I went last fall to the St. Catharines & Area Aquarium Society auction and picked up great stuff like 4x 23g Long (36"L) and quality fish for really good prices. I met Anna(Bettaforu) there and a few others.

It's also closer than London to the GTA.

St Catherines ............= 90k from Mississauga (401 & WC)
London (Dorchester) ...= 150k " "
Hamilton (Waterdown).= 40k " "

Enjoy, Scott


----------



## Scotmando

*AUCTION LIST THIS FALL*


September 15, 2012 SAS- Sarnia Aquarium Society - Fall auction

September 22, 2012 HDAS- Hamilton & District Aquarium Society - Fall auction

September 30, 2012 LAS- London Aquaria Society - Fall show & auction

October 21, 2012 SCAAS St Catherines & Area Aquarium Society - Fall auction

October 28, 2012 KWAS- Kitchener Waterloo Aquarium Society - Oktoberfish show & auction

November 4, 2012 PRAC- Peel Regional Aquarium Club - Fall auction

ALL THE DETAILS IN LINKS TO THEIR WEBSITES


----------



## bettaforu

Yeah forgot about the St Catherines one, that was a good one!
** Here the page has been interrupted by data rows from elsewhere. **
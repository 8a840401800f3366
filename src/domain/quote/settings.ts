/**
 * A shop's quoting rates: what it charges for material, machine time, holes, pockets and setup,
 * its quantity breaks, currency and tax. Admin-editable; every money value is an integer in the
 * currency's minor units (cents for EUR/USD), every rate of tax or discount in basis points
 * (1 bp = 0.01 %, so 1900 bp = 19 %).
 */
import { z } from 'zod';

const minor = (what: string) => z.int({ error: `${what} must be a whole number of minor units (e.g. cents)` }).min(0, { error: `${what} must be 0 or more` }).max(100_000_000_00);
const feed = z.number({ error: 'must be a feed in mm/min' }).positive({ error: 'must be greater than 0 mm/min' }).max(100_000);

export const MATERIAL_PRICE_UNITS = ['kg', 'lb'] as const;
export type MaterialPriceUnit = (typeof MATERIAL_PRICE_UNITS)[number];

export const materialPriceSchema = z
  .object({
    /** matches the plate spec's material name (case and spaces ignored), e.g. "6061-T6" */
    material: z.string().trim().min(1, { error: 'name the material' }).max(60),
    pricePerUnitMinor: minor('pricePerUnitMinor').refine((v) => v > 0, { error: 'pricePerUnitMinor must be greater than 0' }),
    unit: z.enum(MATERIAL_PRICE_UNITS, { error: 'unit must be "kg" or "lb"' }),
  })
  .strict();

export const quantityBreakSchema = z
  .object({
    minQuantity: z.int({ error: 'minQuantity must be a whole number' }).min(1).max(10_000),
    /** discount on the parts (not on setup), basis points: 1000 = 10 % */
    discountBp: z.int({ error: 'discountBp must be whole basis points' }).min(0).max(9000, { error: 'a discount above 90 % is not a quantity break' }),
  })
  .strict();

export const shopRatesSchema = z
  .object({
    shopName: z.string().trim().min(1).max(120),
    /** ISO 4217 code, e.g. "EUR" */
    currency: z.string().regex(/^[A-Z]{3}$/, { error: 'currency must be a three-letter ISO 4217 code such as EUR or USD' }),
    /** digits after the decimal point of the currency: 2 for EUR/USD, 0 for JPY */
    currencyMinorDigits: z.int().min(0).max(3),
    taxLabel: z.string().trim().min(1).max(40),
    /** 1900 = 19 % */
    taxRateBp: z.int({ error: 'taxRateBp must be whole basis points' }).min(0).max(5000, { error: 'taxRateBp above 5000 (50 %) is not a tax rate' }),
    quoteValidDays: z.int({ error: 'quoteValidDays must be a whole number of days' }).min(1).max(365),
    materials: z.array(materialPriceSchema).min(1, { error: 'price at least one material' }).max(50),
    /** added on every side of the bounding box to get the blank */
    sawAllowanceMm: z.number().min(0).max(100),
    machineRateMinorPerHour: minor('machineRateMinorPerHour'),
    feedsMmPerMin: z
      .object({
        outline: feed,
        through: feed,
        tapDrill: feed,
        dowelReam: feed,
        centreBore: feed,
        starterBore: feed,
        counterbore: feed,
        pocket: feed,
      })
      .strict(),
    perFeatureMinor: z
      .object({
        /** drilling a clearance hole */
        drilledHole: minor('drilledHole'),
        /** drilling and tapping a tapped hole */
        tappedHole: minor('tappedHole'),
        /** reaming a dowel hole to its fit */
        reamedHole: minor('reamedHole'),
        counterbore: minor('counterbore'),
      })
      .strict(),
    pocketMinorPerCm3: minor('pocketMinorPerCm3'),
    setupFeeMinor: minor('setupFeeMinor'),
    quantityBreaks: z.array(quantityBreakSchema).max(20),
    maxQuantity: z.int().min(1).max(10_000),
  })
  .strict()
  .superRefine((s, ctx) => {
    const seen = new Set<number>();
    s.quantityBreaks.forEach((b, i) => {
      if (seen.has(b.minQuantity)) ctx.addIssue({ code: 'custom', message: `two quantity breaks start at ${b.minQuantity}`, path: ['quantityBreaks', i, 'minQuantity'] });
      seen.add(b.minQuantity);
    });
    const names = new Set<string>();
    s.materials.forEach((m, i) => {
      const k = materialKey(m.material);
      if (names.has(k)) ctx.addIssue({ code: 'custom', message: `material "${m.material}" is priced twice`, path: ['materials', i, 'material'] });
      names.add(k);
    });
  });

export type ShopRates = z.infer<typeof shopRatesSchema>;

/** How a material name is matched: case and spaces ignored. */
export function materialKey(name: string): string {
  return name.toLowerCase().replace(/\s+/g, '');
}

/**
 * Invented starting rates for a small shop (demo data, not market prices): admins change them in
 * Shop settings.
 */
export const DEFAULT_SHOP_RATES: ShopRates = Object.freeze({
  shopName: 'Ridgeway Fabrication (demo shop)',
  currency: 'EUR',
  currencyMinorDigits: 2,
  taxLabel: 'VAT',
  taxRateBp: 1900,
  quoteValidDays: 30,
  materials: [
    { material: '6061-T6', pricePerUnitMinor: 950, unit: 'kg' as const },
    { material: '6061-T651', pricePerUnitMinor: 980, unit: 'kg' as const },
    { material: '7075-T6', pricePerUnitMinor: 2400, unit: 'kg' as const },
  ],
  sawAllowanceMm: 5,
  machineRateMinorPerHour: 9000,
  feedsMmPerMin: { outline: 600, through: 300, tapDrill: 300, dowelReam: 150, centreBore: 400, starterBore: 300, counterbore: 200, pocket: 250 },
  perFeatureMinor: { drilledHole: 80, tappedHole: 250, reamedHole: 400, counterbore: 300 },
  pocketMinorPerCm3: 15,
  setupFeeMinor: 6500,
  quantityBreaks: [
    { minQuantity: 1, discountBp: 0 },
    { minQuantity: 3, discountBp: 500 },
    { minQuantity: 10, discountBp: 1200 },
  ],
  maxQuantity: 50,
}) as ShopRates;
I got 2 of those tanks.


----------



## RevoBuda

Isn't there supposed to be one at the Direct Energy show during the Reptile auction tomorrow?


----------



## Scotmando

*Who's going?*

Be at the *London auction* this Sunday Sept 30, 2012 in Dorchester, ON



Scotmando said:


> *AUCTION LIST THIS FALL*
> 
> 
> September 15, 2012 SAS- Sarnia Aquarium Society - Fall auction
> 
> September 22, 2012 HDAS- Hamilton & District Aquarium Society - Fall auction
> 
> September 30, 2012 LAS- London Aquaria Society - Fall show & auction
> 
> October 21, 2012 SCAAS St Catherines & Area Aquarium Society - Fall auction
> 
> October 28, 2012 KWAS- Kitchener Waterloo Aquarium Society - Oktoberfish show & auction
> 
> November 4, 2012 PRAC- Peel Regional Aquarium Club - Fall auction
> 
> ALL THE DETAILS IN LINKS TO THEIR WEBSITES


----------



## chriscro

do they have any SW stuff or is it mainly FW?


----------



## RevoBuda

I wish! Can't make it! Working.


----------



## Scotmando

chriscro said:


> do they have any SW stuff or is it mainly FW?


Last year at the KWAS Octoberfish they had salty stuff on the auction and a frag swap/sale

It's October 28, 2012 KWAS- Kitchener Waterloo Aquarium Society - Oktoberfish show & auction. Check out their site.


----------



## Scotmando

At London auction & great variety! 

There's a guy here from Quebec with amazing fish. The auctioneers are saying they've never seen these at an auction before. Giant gouramis, rare killis, anomalochromis thomasi and more to come. 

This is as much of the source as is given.